Biodiversity loss from climate change and other environmental destruction is bad for humans too. Because parasites have the power to alter the flow of energy in ecosystems and drive the evolution of plants and animals, parasite extinction will have lasting and far-reaching consequences for biodiversity, and subsequently for humans.

How to save the parasites

Like Tommy Lee Jones and Will Smith after the Arquillian Galaxy fell into the hands of the “Bug,” we need to act fast to make up for lost time. And now we have a plan.

A newly published special issue on parasite conservation lays out a 10-year plan towards saving parasites.
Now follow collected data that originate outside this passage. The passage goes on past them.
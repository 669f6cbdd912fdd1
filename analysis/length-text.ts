import { AnalysisError } from './analysis-error';

/** An exact quotient of whole numbers, in nanometres: what was keyed, before it is asked to lie on a mark. */
export interface ExactLength {
  numerator: bigint;
  denominator: bigint;
}

/** Longest text read: anything longer is no length, and pattern matching stays quick. */
const LONGEST_TEXT = 64;
const VULGAR_FRACTIONS: Record<string, string> = {
  '½': '1/2',
  '¼': '1/4',
  '¾': '3/4',
  '⅛': '1/8',
  '⅜': '3/8',
  '⅝': '5/8',
  '⅞': '7/8',
};

/** The refusal for text that fits no way of writing a length in the style. */
export function notUnderstood(text: unknown): AnalysisError {
  return new AnalysisError(
    'length-not-understood',
    `"${String(text).slice(0, LONGEST_TEXT)}" is not a length that can be read.`,
    {
      text,
    },
  );
}

/**
 * Brings what phones and keyboards make of a length to plain marks: `'`, `"`, `/`, `-`, single spaces and one sign.
 * @throws AnalysisError 'length-empty' | 'length-not-understood'
 */
export function plainLengthText(text: string): { negative: boolean; body: string } {
  if (typeof text !== 'string') throw notUnderstood(text);
  const plain = text
    .replace(/[‘’′´`ʹʼ]/g, "'")
    .replace(/[“”″˝ʺ]|''/g, '"')
    .replace(/[−–—‐‑]/g, '-')
    .replace(/[⁄∕]/g, '/')
    .replace(/[½¼¾⅛⅜⅝⅞]/g, (mark) => ` ${VULGAR_FRACTIONS[mark] ?? mark}`)
    .replace(/\s+/g, ' ')
    .trim();
  if (plain === '') throw new AnalysisError('length-empty', 'Nothing was keyed.');
  if (plain.length > LONGEST_TEXT) throw notUnderstood(text);
  const signed = /^([+-]) ?(.+)$/.exec(plain);
  return { negative: signed?.[1] === '-', body: signed?.[2] ?? plain };
}

/** `12`, `12.5`, `.5` and `12.` as an exact count of `unit` nanometres; the decimal mark is a point. */
export function exactDecimal(digits: string, unit: number): ExactLength {
  const [whole = '', decimals = ''] = digits.split('.');
  return {
    numerator: BigInt(`${whole}${decimals}` || '0') * BigInt(unit),
    denominator: BigInt(`1${'0'.repeat(decimals.length)}`),
  };
}
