import type { Extent, PlaneShape, PlaneSolution } from './plane-solution';
import type { PlanePoint } from './types';

/** A result smaller than this share of its terms has lost five digits to cancellation: as many as may go if nine are to stay. */
const CANCELLED = 1e-5;

/** Long sums are taken in blocks, so that their rounding does not grow with the number of stations. */
const BLOCK = 256;

interface Sums {
  totalWeight: number;
  xx: number;
  yy: number;
  xy: number;
  xz: number;
  yz: number;
  zz: number;
}

interface Place {
  x: number;
  y: number;
  z: number;
}

/** A plane by plain doubles. Deviations are taken in two steps, from the first point and then from the mean of those, and made anew in each pass. */
export interface QuickPlane extends PlaneShape {
  model: 'plane';
  first: Place;
  mean: Place;
  /** Range of the fitted values. */
  drop: number;
}

/** Means about the first point: subtracting it is exact or nearly so, and what is left is as small as the footing. */
function meansFrom(first: Place, points: readonly PlanePoint[]): Place {
  let weights = 0;
  let x = 0;
  let y = 0;
  let z = 0;
  for (const point of points) {
    const weight = point.weight ?? 1;
    weights += weight;
    x += weight * (point.x - first.x);
    y += weight * (point.y - first.y);
    z += weight * (point.z - first.z);
  }
  return { x: x / weights, y: y / weights, z: z / weights };
}

/** Sums of the products of the deviations of one block of points, from `start` on. */
function blockSums(points: readonly PlanePoint[], start: number, first: Place, mean: Place): Sums {
  let totalWeight = 0;
  let xx = 0;
  let yy = 0;
  let xy = 0;
  let xz = 0;
  let yz = 0;
  let zz = 0;
  const end = Math.min(points.length, start + BLOCK);
  for (let i = start; i < end; i += 1) {
    const point = points[i];
    if (point === undefined) break;
    const weight = point.weight ?? 1;
    const x = point.x - first.x - mean.x;
    const y = point.y - first.y - mean.y;
    const z = point.z - first.z - mean.z;
    totalWeight += weight;
    const wx = weight * x;
    const wy = weight * y;
    xx += wx * x;
    xy += wx * y;
    xz += wx * z;
    yy += wy * y;
    yz += wy * z;
    zz += weight * z * z;
  }
  return { totalWeight, xx, yy, xy, xz, yz, zz };
}

function centredSums(points: readonly PlanePoint[], first: Place, mean: Place): Sums {
  const sums = blockSums(points, 0, first, mean);
  for (let start = BLOCK; start < points.length; start += BLOCK) {
    const block = blockSums(points, start, first, mean);
    sums.totalWeight += block.totalWeight;
    sums.xx += block.xx;
    sums.yy += block.yy;
    sums.xy += block.xy;
    sums.xz += block.xz;
    sums.yz += block.yz;
    sums.zz += block.zz;
  }
  return sums;
}

/** Whether a sum of products stands clear of the rounding of its terms, by Cauchy–Schwarz: |Σab| against √(Σa²·Σb²). */
function stands(sum: number, squaresA: number, squaresB: number): boolean {
  return sum * sum > CANCELLED * CANCELLED * squaresA * squaresB;
}

/** The gradient and the orthogonal coordinates it was found in; null where a digit too many would be lost. */
type Slopes = Pick<
  PlaneShape,
  'gradientX' | 'gradientY' | 'pivot' | 'directionX' | 'directionY' | 'alongP' | 'sumPP' | 'alongQ' | 'sumQQ' | 'shear'
>;

function slopesOf(sums: Sums, extent: Extent): Slopes | null {
  const byX = sums.xx >= sums.yy;
  const sumPP = byX ? sums.xx : sums.yy;
  const sumOO = byX ? sums.yy : sums.xx;
  const sumPZ = byX ? sums.xz : sums.yz;
  const sumOZ = byX ? sums.yz : sums.xz;
  const shear = sums.xy / sumPP;
  const sumQQ = sumOO - shear * sums.xy;
  const reach = 1e-10 * Math.max(extent.maxX, extent.maxY);
  if (!(sumQQ > 1e-3 * sumOO && sumQQ > 1e-8 * sumPP && sumQQ > reach * reach * sums.totalWeight)) return null;
  const sumQZ = sumOZ - shear * sumPZ;
  if (!(stands(sumPZ, sumPP, sums.zz) && stands(sumQZ, sumQQ, sums.zz))) return null;
  const alongP = sumPZ / sumPP;
  const alongQ = sumQZ / sumQQ;
  const gradientFirst = alongP - shear * alongQ;
  if (Math.abs(gradientFirst) < CANCELLED * Math.abs(alongP)) return null;
  return {
    gradientX: byX ? gradientFirst : alongQ,
    gradientY: byX ? alongQ : gradientFirst,
    pivot: byX ? 'x' : 'y',
    directionX: byX ? 1 : 0,
    directionY: byX ? 0 : 1,
    alongP,
    sumPP,
    alongQ,
    sumQQ,
    shear,
  };
}

/** Σwe² and the range of the fitted values. */
function residualSums(
  points: readonly PlanePoint[],
  first: Place,
  mean: Place,
  { gradientX, gradientY }: Slopes,
): { sumEE: number; drop: number } {
  let sumEE = 0;
  let low = Infinity;
  let high = -Infinity;
  for (const point of points) {
    const rise = gradientX * (point.x - first.x - mean.x) + gradientY * (point.y - first.y - mean.y);
    const residual = point.z - first.z - mean.z - rise;
    sumEE += (point.weight ?? 1) * residual * residual;
    if (rise < low) low = rise;
    if (rise > high) high = rise;
  }
  return { sumEE, drop: high - low };
}

/**
 * The plane by plain doubles, no arrays: centre on the first point, then on the mean, orthogonalise. Null where that would lose more than
 * five digits anywhere (nearly straight rows, almost exact planes, a coefficient near zero, too few points): the careful solver answers there,
 * and alone decides what geometry carries.
 */
export function solveQuickly(points: readonly PlanePoint[], extent: Extent): QuickPlane | null {
  const [first] = points;
  if (first === undefined || points.length < 4) return null;
  const mean = meansFrom(first, points);
  const sums = centredSums(points, first, mean);
  const slopes = slopesOf(sums, extent);
  if (slopes === null) return null;
  const { sumEE, drop } = residualSums(points, first, mean, slopes);
  const finest = 1e-9 * extent.maxZ;
  if (!(sumEE > 1e-6 * sums.zz && sumEE > finest * finest * sums.totalWeight)) return null;

  const { gradientX, gradientY, pivot, directionX, directionY, alongP, sumPP, alongQ, sumQQ, shear } = slopes;
  const meanX = first.x + mean.x;
  const meanY = first.y + mean.y;
  const meanZ = first.z + mean.z;
  const atOrigin = meanZ - gradientX * meanX - gradientY * meanY;
  const terms = Math.max(Math.abs(meanZ), Math.abs(gradientX * meanX), Math.abs(gradientY * meanY));
  if (Math.abs(meanZ) < CANCELLED * Math.abs(first.z) || Math.abs(atOrigin) < CANCELLED * terms) return null;
  const meanP = pivot === 'x' ? meanX : meanY;
  const meanO = pivot === 'x' ? meanY : meanX;
  const originAcross = meanO - shear * meanP;
  const reachAcross = Math.max(Math.abs(meanO), Math.abs(shear * meanP));
  // It matters only where it is what makes the standard error of `a`: 1/W + meanP²/Spp + originAcross²/Sqq.
  const matters = reachAcross * reachAcross * sums.totalWeight > sumQQ / CANCELLED;
  if (matters && Math.abs(originAcross) < CANCELLED * reachAcross) return null;
  return {
    model: 'plane',
    rank: 3,
    totalWeight: sums.totalWeight,
    meanX,
    meanY,
    meanZ,
    atOrigin,
    gradientX,
    gradientY,
    pivot,
    directionX,
    directionY,
    alongP,
    sumPP,
    alongQ,
    sumQQ,
    shear,
    originAcross,
    sumEE,
    first,
    mean,
    drop,
  };
}

/** A quick plane with what each of its points gives, for those who work on from there. */
export function withCoordinates(points: readonly PlanePoint[], plane: QuickPlane): PlaneSolution {
  const p = new Float64Array(points.length);
  const q = new Float64Array(points.length);
  const residuals = new Float64Array(points.length);
  points.forEach((point, i) => {
    const x = point.x - plane.first.x - plane.mean.x;
    const y = point.y - plane.first.y - plane.mean.y;
    p[i] = plane.pivot === 'x' ? x : y;
    q[i] = (plane.pivot === 'x' ? y : x) - plane.shear * (p[i] ?? 0);
    residuals[i] = point.z - plane.first.z - plane.mean.z - plane.gradientX * x - plane.gradientY * y;
  });
  return { ...plane, p, q, residuals, noise: 0 };
}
Central to that plan is leveraging conservation momentum and research to understand host species and learn more about their associated parasites.

We know a lot about human parasites or parasites that harm human wellbeing through their impact on livestock and crops, but we do not want to protect those harmful species from extinction. The ones we do want to save are parasites of wildlife that don’t impact human wellbeing or the survival of threatened wildlife hosts. Millions of wildlife parasites exist and might be threatened by global change, but most of these parasite species have yet to be described by science. This lack of knowledge is the greatest challenge to parasite conservation currently.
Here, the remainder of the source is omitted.